Materials Australia members are involved in all aspects of materials science, technology and engineering. Members include manufacturing technical officers, professional engineers, academics, research scientists, technical staff and students.

Our members are experts in polymers, nano and biomaterials, ceramics, metals, composites and all of their engineering applications.

There are two types of Materials Australia membership available: Individual and Corporate.

Individual members can join Materials Australia as a Student Member, Graduate Member, Standard Member, Retired Member or a Certified Materials Professional (CMatP).

Corporate members can opt for a Standard, Premium, or Premium Plus membership package.

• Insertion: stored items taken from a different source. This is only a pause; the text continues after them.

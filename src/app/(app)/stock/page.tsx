import type { Metadata } from "next";
import Link from "next/link";
import { StatusBadge, statusWord } from "@/components/stock/status-badge";
import { StockRowActions } from "@/components/stock/stock-row-actions";
import { formatCycles, formatInstant } from "@/lib/format";
import { allowedMovements, STOCK_STATUSES, StockQuerySchema, type MovementKind, type StockQuery } from "@/lib/schemas/stock";
import { requireUserFor } from "@/server/page-guard";
import { listStock } from "@/server/stock";

export const metadata: Metadata = { title: "Stock" };

const LAST_KIND_WORDS: Record<string, string> = {
  received: "Received",
  issued: "Issued",
  installed: "Installed",
  removed: "Removed from aircraft",
  returned: "Taken back",
  sent_for_repair: "Sent for repair",
  repaired: "Back from repair",
  quarantined: "Quarantined",
  released: "Released",
  scrapped: "Scrapped",
  corrected: "Corrected",
};

function hrefWith(query: StockQuery, changes: Partial<Record<keyof StockQuery, string | number | undefined>>): string {
  const merged: Record<string, string | number | undefined> = { ...query, ...changes };
  const params = new URLSearchParams();
  for (const [key, value] of Object.entries(merged)) {
    if (value === undefined || value === "" || (key === "page" && value === 1) || (key === "pageSize" && value === 50)) continue;
    params.set(key, String(value));
  }
  const text = params.toString();
  return text ? `/stock?${text}` : "/stock";
}

export default async function StockPage({ searchParams }: { searchParams: Promise<Record<string, string | string[] | undefined>> }) {
  const user = await requireUserFor("stock", "/stock");
  const raw = Object.fromEntries(Object.entries(await searchParams).map(([k, v]) => [k, Array.isArray(v) ? v[0] : v]));
  const parsed = StockQuerySchema.safeParse(raw);
  const query: StockQuery = parsed.success ? parsed.data : StockQuerySchema.parse({});
  const page = await listStock(query);
  const inStores = page.counts.serviceable + page.counts.unserviceable + page.counts.quarantined + page.counts.in_repair;
  const first = page.total === 0 ? 0 : (page.page - 1) * page.pageSize + 1;
  const last = Math.min(page.total, page.page * page.pageSize);
  const pages = Math.max(1, Math.ceil(page.total / page.pageSize));

  return (
    <div className="space-y-4">
      <div className="flex flex-wrap items-end justify-between gap-3">
        <h1 className="text-2xl font-bold">Stock</h1>
        {user.role === "stores" || user.role === "admin" ? (
          <Link href="/receiving" className="btn btn-primary">
            Receive a part
          </Link>
        ) : null}
      </div>
      {!parsed.success ? (
        <p role="alert" className="field-error">
          Some filters were not understood and were left out: {parsed.error.issues.map((i) => i.message).join(" ")}
        </p>
      ) : null}

      <nav aria-label="Status" className="flex flex-wrap gap-2">
        <Link href={hrefWith(query, { status: undefined, page: 1 })} aria-current={!query.status ? "page" : undefined} className="btn btn-secondary aria-[current=page]:border-[var(--accent)] aria-[current=page]:bg-[var(--accent)] aria-[current=page]:text-[var(--accent-ink)]">
          In stores and at shops <span className="num">({inStores.toLocaleString("en-GB")})</span>
        </Link>
        {STOCK_STATUSES.map((status) => (
          <Link key={status} href={hrefWith(query, { status, page: 1 })} aria-current={query.status === status ? "page" : undefined} className="btn btn-secondary aria-[current=page]:border-[var(--accent)] aria-[current=page]:bg-[var(--accent)] aria-[current=page]:text-[var(--accent-ink)]">
            {statusWord(status)} <span className="num">({page.counts[status].toLocaleString("en-GB")})</span>
          </Link>
        ))}
      </nav>

      <form method="get" className="panel flex flex-wrap items-end gap-3 p-3" role="search" aria-label="Filter stock">
        {query.status ? <input type="hidden" name="status" value={query.status} /> : null}
        <div>
          <label htmlFor="stock-pn" className="field-label">Part number starts with</label>
          <input id="stock-pn" name="partNumber" defaultValue={query.partNumber ?? ""} className="field-input num" autoComplete="off" />
        </div>
        <div>
          <label htmlFor="stock-bin" className="field-label">Bin starts with</label>
          <input id="stock-bin" name="bin" defaultValue={query.bin ?? ""} className="field-input num" autoComplete="off" />
        </div>
        <div>
          <label htmlFor="stock-serial" className="field-label">Serial number starts with</label>
          <input id="stock-serial" name="q" defaultValue={query.q ?? ""} className="field-input num" autoComplete="off" />
        </div>
        <button type="submit" className="btn btn-primary">Filter</button>
        <Link href={query.status ? `/stock?status=${query.status}` : "/stock"} className="btn btn-secondary">Clear</Link>
      </form>

      <p aria-live="polite">
        {page.total === 0 ? "No units match these filters." : <>Showing <span className="num">{first}–{last}</span> of <span className="num">{page.total.toLocaleString("en-GB")}</span> units</>}
      </p>

      {page.units.length > 0 ? (
        <div className="panel overflow-x-auto">
          <table className="w-full border-collapse text-left">
            <caption className="sr-only">Units in stock with their status, part number, serial number and bin</caption>
            <thead className="sticky top-0 bg-[var(--panel)]">
              <tr className="border-b-2 border-[var(--ink-soft)]">
                {["Status", "P/N", "S/N", "Description", "Bin", "TSN", "CSN", "Last movement", "Actions"].map((heading) => (
                  <th key={heading} scope="col" className="px-3 py-2 font-semibold">{heading}</th>
                ))}
              </tr>
            </thead>
            <tbody>
              {page.units.map((unit) => {
                const kinds: MovementKind[] = allowedMovements({ status: unit.status, issued: unit.issuedTo !== null, lastKind: unit.lastMovement?.kind ?? null }, user.role);
                return (
                  <tr key={unit.id} className="border-b border-[var(--rule)] align-top">
                    <td className="px-3 py-2"><StatusBadge status={unit.status} /></td>
                    <td className="px-3 py-2 num whitespace-nowrap">{unit.partNumber}</td>
                    <td className="px-3 py-2 num whitespace-nowrap">
                      <Link href={`/parts/${unit.id}`} className="underline">{unit.serialNumber}</Link>
                    </td>
                    <td className="px-3 py-2">{unit.description}</td>
                    <td className="px-3 py-2">{unit.bin ? <span className="num">{unit.bin}</span> : unit.issuedTo ? "Out on issue" : unit.status === "in_repair" ? "At the shop" : unit.lastMovement?.kind === "removed" ? "Not yet back from the aircraft" : "—"}</td>
                    <td className="px-3 py-2 num">{unit.tsn}</td>
                    <td className="px-3 py-2 num">{formatCycles(unit.csn)}</td>
                    <td className="px-3 py-2 text-sm">
                      {unit.lastMovement ? (
                        <>
                          <span className="font-semibold">{LAST_KIND_WORDS[unit.lastMovement.kind] ?? unit.lastMovement.kind}</span>
                          {unit.issuedTo ? <> to <span className="num">{unit.issuedTo}</span></> : null}
                          <br />
                          {formatInstant(unit.lastMovement.occurredAt)}
                          {unit.lastMovement.reason ? <><br />{unit.lastMovement.reason}</> : null}
                        </>
                      ) : "—"}
                    </td>
                    <td className="px-3 py-2">
                      <StockRowActions unit={{ id: unit.id, partNumber: unit.partNumber, serialNumber: unit.serialNumber, bin: unit.bin }} kinds={kinds} />
                    </td>
                  </tr>
                );
              })}
            </tbody>
          </table>
        </div>
      ) : null}

      {pages > 1 ? (
        <nav aria-label="Pages" className="flex flex-wrap items-center gap-3">
          {page.page > 1 ? <Link className="btn btn-secondary" href={hrefWith(query, { page: page.page - 1 })}>← Previous</Link> : null}
          <span>Page <span className="num">{page.page}</span> of <span className="num">{pages}</span></span>
          {page.page < pages ? <Link className="btn btn-secondary" href={hrefWith(query, { page: page.page + 1 })}>Next →</Link> : null}
        </nav>
      ) : null}
    </div>
  );
}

Individual Membership Benefits

• Accreditation as a Certified Materials Professional (CMatP) if eligible.

• Discounts on all Materials Australia conferences and training courses, including the CAMS and APICAM Conferences.

• Digital subscription to Materials Australia Magazine, our quarterly publication that is jam-packed with industry, product, technical and research news.

• Discounts on advertising in Materials Australia Magazine.

• Conferences, training courses, workshops and regular branch meetings, designed to facilitate continued professional development.

• Outstanding networking opportunities through regular branch meetings, conferences and training courses.

• Regular branch newsletters full of information on local activities.

Corporate Membership Benefits

• Discounts on advertising in Materials Australia Magazine.

• Editorial support for articles in Materials Australia Magazine.

• Digital subscription to Materials Australia Magazine.

• Free employment listings on the Materials Australia website.

• Free company listing on the Materials Australia website.

• Free company listing in the Materials Australia Magazine.